The queen's necklace
The title of this page should be a tiny joke: this page deals with mathematical necklaces, of course, and with their relation to the n queens problem.
What is a mathematical necklace?
Obviously, mathematicians look at real necklaces superficially. A necklace consists of parts held on a string. The parts are mostly beads, but can also be some fine piece of metal or wood.
A real necklace has a lock which is a natural point to start if you will enumerate the parts in detail. On the contrary, a mathematical necklace has no lock, no starting point. Wherever you start, it is considered as the same necklace. All parts of a mathematical necklace are beads, and all beads look the same, with exception of their color. So, only the number of beads and the sequence of their colors is important. In addition, you can turn over a mathematical necklace, and it remains the same object.

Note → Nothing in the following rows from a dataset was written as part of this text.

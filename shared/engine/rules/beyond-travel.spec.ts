import { expect, test } from 'vitest';
import { checkRule } from '../testing/check-rule';
import { beyondTravel } from './beyond-travel';

const START = 'G21 G90 G17 G54\nT1 M6\nG43 H1';

test('names the axis, the side, how far and where to move zero', () => {
  const [finding] = checkRule(
    beyondTravel,
    {},
    `
${START}
G0 X1304.2 Y10
   ^^^^^^^ beyond-travel: Drives X 34.2 mm (1.346 in) past the right-hand travel (1300 mm).
M30
`,
  );
  expect(finding?.advice).toBe(
    'Move work zero at least 34.2 mm (1.346 in) left, if the work-zero window of this report allows it.',
  );
  expect(finding?.data).toEqual({
    axis: 'x',
    side: 'high',
    by: 34.2,
    at: 1334.2,
    limit: 1300,
    moved: 'program',
  });
});

test('flags each side of each axis', () => {
  checkRule(
    beyondTravel,
    {},
    `
${START}
G0 X-31
   ^^^^ beyond-travel: Drives X 1 mm (0.0394 in) past the left-hand travel (0 mm).
G0 X0 Y-40.5
      ^^^^^^ beyond-travel: Drives Y 0.5 mm (0.0197 in) past the front travel (0 mm).
G0 Y2611
   ^^^^^ beyond-travel: Drives Y 1 mm (0.0394 in) past the back travel (2650 mm).
G0 Y0 Z88
      ^^^ beyond-travel: Drives Z 1 mm (0.0394 in) past the upper travel (0 mm).
G0 Z-134
   ^^^^^ beyond-travel: Drives Z 1 mm (0.0394 in) past the lower travel (-220 mm).
M30
`,
  );
});

test('allows exactly the limit and the last digit of a converted inch', () => {
  checkRule(beyondTravel, {}, `\n${START}\nG0 X1270 Y2610 Z87\nG0 X1270.001\nM30\n`);
  // 50 in from zero is 1270 mm exactly, one inch being 25.4 mm by definition.
  checkRule(beyondTravel, {}, `\nG20 G90 G17 G54\nT1 M6\nG43 H1\nG0 X50.\nM30\n`);
});

test('flags what an arc bulges past its ends', () => {
  checkRule(
    beyondTravel,
    {},
    `
${START}
S18000 M3
G0 X1265 Y100
G1 Z-1 F1000
G3 X1265 Y120 I0 J10
   ^^^^^ beyond-travel: Drives X 5 mm (0.197 in) past the right-hand travel (1300 mm).
M30
`,
  );
});

test('flags a machine coordinate past the end, with advice that fits it', () => {
  const [finding] = checkRule(
    beyondTravel,
    {},
    `
G21 G90
G53 G0 Z5
       ^^ beyond-travel: Drives Z 5 mm (0.197 in) past the upper travel (0 mm).
M30
`,
  );
  expect(finding?.advice).toContain('machine coordinate');
});

test('does not count the move that comes back', () => {
  const [finding] = checkRule(
    beyondTravel,
    {},
    `
${START}
G0 X1290
   ^^^^^ beyond-travel
G0 X100
G0 X1280
M30
`,
  );
  expect(finding).toMatchObject({ count: 2, line: 4, endLine: 6, worstLine: 4 });
});

test('allows the retracts, homes and parks of a posted program', () => {
  checkRule(
    beyondTravel,
    {},
    `
G21 G90 G17 G40 G49 G80 G54
G53 G0 Z0
T1 M6
G43 H1 Z50
G0 X0 Y0
G28 G91 Z0
G90
G53 G0 X0 Y2650 Z0
M30
`,
  );
});

test('does not judge an axis whose work offset has no value yet', () => {
  checkRule(
    beyondTravel,
    { offsets: { work: { G54: { x: 30, y: 40, z: undefined } } } },
    `
${START}
G0 Z15
G0 X1290
   ^^^^^ beyond-travel
M30
`,
  );
});

test('flags a rotary axis turned past its travel', () => {
  checkRule(
    beyondTravel,
    { machine: { travel: { a: [-90, 90] } } },
    `
G21 G90 G54
G0 A45
G0 A100
   ^^^^ beyond-travel: Turns A 10 degrees past the upper end of its travel (90 degrees).
M30
`,
  );
});

test('judges the path of the cutter under compensation, not the programmed one', () => {
  // The sheet's right-hand edge is 2 mm inside the travel, and the cutter of 3 mm radius runs outside it.
  checkRule(
    beyondTravel,
    {},
    `
${START.replace('T1', 'T2').replace('H1', 'H2')}
G0 X1240 Y-30
G42 D2 G1 X1240 Y0 F3000
X1268
Y500
^^^^ beyond-travel: Drives X 1 mm (0.0394 in) past the right-hand travel (1300 mm).
G40 G0 X1200
M30
`,
  );
  checkRule(
    beyondTravel,
    {},
    `
${START.replace('T1', 'T2').replace('H1', 'H2')}
G0 X1240 Y-30
G1 X1240 Y0 F3000
X1268
Y500
M30
`,
  );
});
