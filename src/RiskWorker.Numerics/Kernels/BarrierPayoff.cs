using System.Runtime.CompilerServices;
using System.Runtime.InteropServices;
using System.Runtime.Intrinsics;

namespace RiskWorker.Numerics.Kernels;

This was the terminology some years ago, as far as I knew. Meanwhile, mathematicians had a closer look to the necklace, as I found from Wikipedia: you are no loger allowed to turn over the necklace; corresponding objects which you can turn over are called bracelet today. As an alternative, one can speak of free and fixed necklaces. In these pages, I use the old terminology, i.e. necklaces are always free (or are bracelets), it will take some time until all is converted to new terminology.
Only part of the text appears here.